**Assignment:**
What is needed here is an exact repetition of the records below, beginning at the line that has "dist = rng.lognormal(2.6, 0.7, n)" and stopping after the line that has "delay = (2.0".
[[ Study material open ]]
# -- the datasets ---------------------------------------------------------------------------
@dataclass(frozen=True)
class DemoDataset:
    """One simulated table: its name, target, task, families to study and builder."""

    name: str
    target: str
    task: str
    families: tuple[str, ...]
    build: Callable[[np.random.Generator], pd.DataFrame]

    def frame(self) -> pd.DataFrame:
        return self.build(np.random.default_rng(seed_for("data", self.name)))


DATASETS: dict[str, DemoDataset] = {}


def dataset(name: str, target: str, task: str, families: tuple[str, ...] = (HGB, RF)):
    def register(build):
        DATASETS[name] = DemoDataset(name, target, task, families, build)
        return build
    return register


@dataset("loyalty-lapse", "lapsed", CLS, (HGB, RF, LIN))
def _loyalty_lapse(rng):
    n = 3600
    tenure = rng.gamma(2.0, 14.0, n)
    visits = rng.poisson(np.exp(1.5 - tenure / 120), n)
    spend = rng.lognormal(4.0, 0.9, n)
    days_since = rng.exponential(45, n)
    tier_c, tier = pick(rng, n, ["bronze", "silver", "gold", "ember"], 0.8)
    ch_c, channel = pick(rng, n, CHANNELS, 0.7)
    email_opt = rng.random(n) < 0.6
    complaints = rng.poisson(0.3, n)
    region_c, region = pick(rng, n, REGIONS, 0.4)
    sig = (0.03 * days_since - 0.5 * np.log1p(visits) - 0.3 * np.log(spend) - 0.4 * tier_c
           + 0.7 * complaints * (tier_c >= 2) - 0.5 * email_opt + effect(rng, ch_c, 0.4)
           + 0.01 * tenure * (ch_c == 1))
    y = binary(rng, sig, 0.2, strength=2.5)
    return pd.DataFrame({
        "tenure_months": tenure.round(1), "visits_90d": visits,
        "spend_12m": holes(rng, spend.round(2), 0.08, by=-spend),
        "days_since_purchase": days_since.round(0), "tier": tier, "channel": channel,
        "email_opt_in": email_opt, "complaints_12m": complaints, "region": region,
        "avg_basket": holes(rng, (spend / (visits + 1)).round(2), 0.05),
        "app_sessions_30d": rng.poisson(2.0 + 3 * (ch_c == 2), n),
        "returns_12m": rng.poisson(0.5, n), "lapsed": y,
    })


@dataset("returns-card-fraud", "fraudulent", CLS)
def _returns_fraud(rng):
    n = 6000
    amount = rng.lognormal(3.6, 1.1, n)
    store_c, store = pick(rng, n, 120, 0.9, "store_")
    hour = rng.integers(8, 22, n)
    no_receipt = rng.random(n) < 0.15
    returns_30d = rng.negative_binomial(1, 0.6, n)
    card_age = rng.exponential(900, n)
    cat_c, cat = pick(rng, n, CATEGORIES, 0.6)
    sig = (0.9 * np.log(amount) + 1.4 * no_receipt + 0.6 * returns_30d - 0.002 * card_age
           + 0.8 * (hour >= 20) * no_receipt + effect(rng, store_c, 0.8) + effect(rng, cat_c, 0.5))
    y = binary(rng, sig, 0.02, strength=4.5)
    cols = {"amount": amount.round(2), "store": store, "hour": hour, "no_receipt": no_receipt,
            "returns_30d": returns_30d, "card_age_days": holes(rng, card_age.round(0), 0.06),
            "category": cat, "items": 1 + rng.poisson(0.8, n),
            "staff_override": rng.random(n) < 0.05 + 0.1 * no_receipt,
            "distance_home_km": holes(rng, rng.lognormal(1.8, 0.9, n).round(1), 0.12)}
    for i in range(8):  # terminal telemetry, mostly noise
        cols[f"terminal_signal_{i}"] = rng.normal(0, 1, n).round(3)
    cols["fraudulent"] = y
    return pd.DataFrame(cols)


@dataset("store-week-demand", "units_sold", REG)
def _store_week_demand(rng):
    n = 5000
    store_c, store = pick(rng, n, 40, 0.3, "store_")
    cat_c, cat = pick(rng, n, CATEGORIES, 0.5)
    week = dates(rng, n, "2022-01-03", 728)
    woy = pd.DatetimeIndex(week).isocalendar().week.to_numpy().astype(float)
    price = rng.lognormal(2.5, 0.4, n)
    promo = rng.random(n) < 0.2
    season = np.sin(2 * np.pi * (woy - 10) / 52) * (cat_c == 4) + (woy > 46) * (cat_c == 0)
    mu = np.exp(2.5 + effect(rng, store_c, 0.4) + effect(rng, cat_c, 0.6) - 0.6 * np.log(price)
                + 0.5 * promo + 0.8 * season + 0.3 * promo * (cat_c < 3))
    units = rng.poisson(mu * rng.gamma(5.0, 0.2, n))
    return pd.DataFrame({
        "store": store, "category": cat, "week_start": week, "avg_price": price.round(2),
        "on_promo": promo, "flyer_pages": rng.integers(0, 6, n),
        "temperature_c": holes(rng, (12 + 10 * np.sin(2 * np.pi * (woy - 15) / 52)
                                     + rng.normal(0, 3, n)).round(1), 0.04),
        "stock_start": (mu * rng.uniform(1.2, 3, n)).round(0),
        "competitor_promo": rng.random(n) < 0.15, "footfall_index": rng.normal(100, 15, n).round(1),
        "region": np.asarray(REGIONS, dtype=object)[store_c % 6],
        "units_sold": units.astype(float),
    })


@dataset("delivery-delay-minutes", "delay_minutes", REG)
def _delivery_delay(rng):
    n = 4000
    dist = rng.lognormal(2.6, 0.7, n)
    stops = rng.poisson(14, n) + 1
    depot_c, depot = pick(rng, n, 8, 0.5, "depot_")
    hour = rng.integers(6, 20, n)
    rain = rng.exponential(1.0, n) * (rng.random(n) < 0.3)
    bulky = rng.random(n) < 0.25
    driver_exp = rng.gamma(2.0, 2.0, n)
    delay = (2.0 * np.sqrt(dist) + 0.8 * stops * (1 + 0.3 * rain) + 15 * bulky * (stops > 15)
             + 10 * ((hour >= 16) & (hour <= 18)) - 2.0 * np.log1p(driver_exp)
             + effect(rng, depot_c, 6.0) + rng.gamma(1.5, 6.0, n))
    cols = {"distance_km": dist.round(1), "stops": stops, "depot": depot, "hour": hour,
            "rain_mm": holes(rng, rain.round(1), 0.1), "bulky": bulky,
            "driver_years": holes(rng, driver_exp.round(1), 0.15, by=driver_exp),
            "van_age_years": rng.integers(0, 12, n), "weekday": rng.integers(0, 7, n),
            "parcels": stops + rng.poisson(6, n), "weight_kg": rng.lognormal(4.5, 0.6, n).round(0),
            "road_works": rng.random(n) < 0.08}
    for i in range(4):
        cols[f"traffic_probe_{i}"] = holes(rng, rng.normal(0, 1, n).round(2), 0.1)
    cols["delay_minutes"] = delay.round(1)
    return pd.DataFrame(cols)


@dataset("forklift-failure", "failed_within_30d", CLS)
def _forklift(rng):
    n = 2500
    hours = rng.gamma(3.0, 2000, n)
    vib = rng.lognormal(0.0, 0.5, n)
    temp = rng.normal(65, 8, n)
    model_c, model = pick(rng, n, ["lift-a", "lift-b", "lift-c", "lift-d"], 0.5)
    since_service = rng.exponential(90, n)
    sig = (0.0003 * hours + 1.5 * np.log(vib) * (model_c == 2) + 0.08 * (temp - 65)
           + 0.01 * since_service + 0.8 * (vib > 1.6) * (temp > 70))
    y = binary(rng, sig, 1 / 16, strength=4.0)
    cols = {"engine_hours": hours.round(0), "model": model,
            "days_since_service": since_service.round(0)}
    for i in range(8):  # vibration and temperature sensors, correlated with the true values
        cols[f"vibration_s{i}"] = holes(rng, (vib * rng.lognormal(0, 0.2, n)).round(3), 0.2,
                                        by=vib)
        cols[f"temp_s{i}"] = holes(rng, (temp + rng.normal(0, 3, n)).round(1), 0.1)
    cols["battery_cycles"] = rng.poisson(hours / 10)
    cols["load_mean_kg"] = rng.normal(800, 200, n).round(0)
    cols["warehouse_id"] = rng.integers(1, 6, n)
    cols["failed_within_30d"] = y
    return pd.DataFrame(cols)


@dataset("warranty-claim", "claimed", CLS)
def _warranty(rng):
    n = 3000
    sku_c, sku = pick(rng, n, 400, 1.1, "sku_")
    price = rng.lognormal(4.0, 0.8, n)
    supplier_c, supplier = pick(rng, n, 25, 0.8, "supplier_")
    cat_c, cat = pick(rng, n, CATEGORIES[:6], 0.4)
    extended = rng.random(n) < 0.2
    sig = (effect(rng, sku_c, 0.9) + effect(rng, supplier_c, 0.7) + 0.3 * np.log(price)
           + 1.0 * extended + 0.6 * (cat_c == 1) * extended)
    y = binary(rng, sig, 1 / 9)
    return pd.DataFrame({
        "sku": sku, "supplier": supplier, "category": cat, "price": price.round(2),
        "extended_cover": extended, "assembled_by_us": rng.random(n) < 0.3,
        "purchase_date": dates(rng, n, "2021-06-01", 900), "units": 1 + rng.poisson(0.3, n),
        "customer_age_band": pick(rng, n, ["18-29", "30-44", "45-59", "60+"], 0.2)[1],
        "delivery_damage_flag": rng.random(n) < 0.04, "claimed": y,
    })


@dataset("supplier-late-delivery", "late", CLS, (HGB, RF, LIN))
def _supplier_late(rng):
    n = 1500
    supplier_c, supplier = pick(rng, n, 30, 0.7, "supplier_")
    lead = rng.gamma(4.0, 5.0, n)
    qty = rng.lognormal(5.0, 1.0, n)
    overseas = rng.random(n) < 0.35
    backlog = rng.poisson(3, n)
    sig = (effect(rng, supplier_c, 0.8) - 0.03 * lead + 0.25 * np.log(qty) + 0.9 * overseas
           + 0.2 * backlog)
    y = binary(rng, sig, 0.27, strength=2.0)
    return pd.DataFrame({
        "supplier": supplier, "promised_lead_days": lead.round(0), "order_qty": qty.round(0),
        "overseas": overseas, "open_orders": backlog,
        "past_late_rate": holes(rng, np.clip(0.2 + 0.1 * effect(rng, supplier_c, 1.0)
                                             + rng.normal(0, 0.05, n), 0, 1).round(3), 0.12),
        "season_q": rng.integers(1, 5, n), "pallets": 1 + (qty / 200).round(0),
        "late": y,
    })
[[ Study material closed ]]
**Result of this exercise:**
    dist = rng.lognormal(2.6, 0.7, n)
    stops = rng.poisson(14, n) + 1
    depot_c, depot = pick(rng, n, 8, 0.5, "depot_")
    hour = rng.integers(6, 20, n)
    rain = rng.exponential(1.0, n) * (rng.random(n) < 0.3)
    bulky = rng.random(n) < 0.25
    driver_exp = rng.gamma(2.0, 2.0, n)
    delay = (2.0 * np.sqrt(dist) + 0.8 * stops * (1 + 0.3 * rain) + 15 * bulky * (stops > 15)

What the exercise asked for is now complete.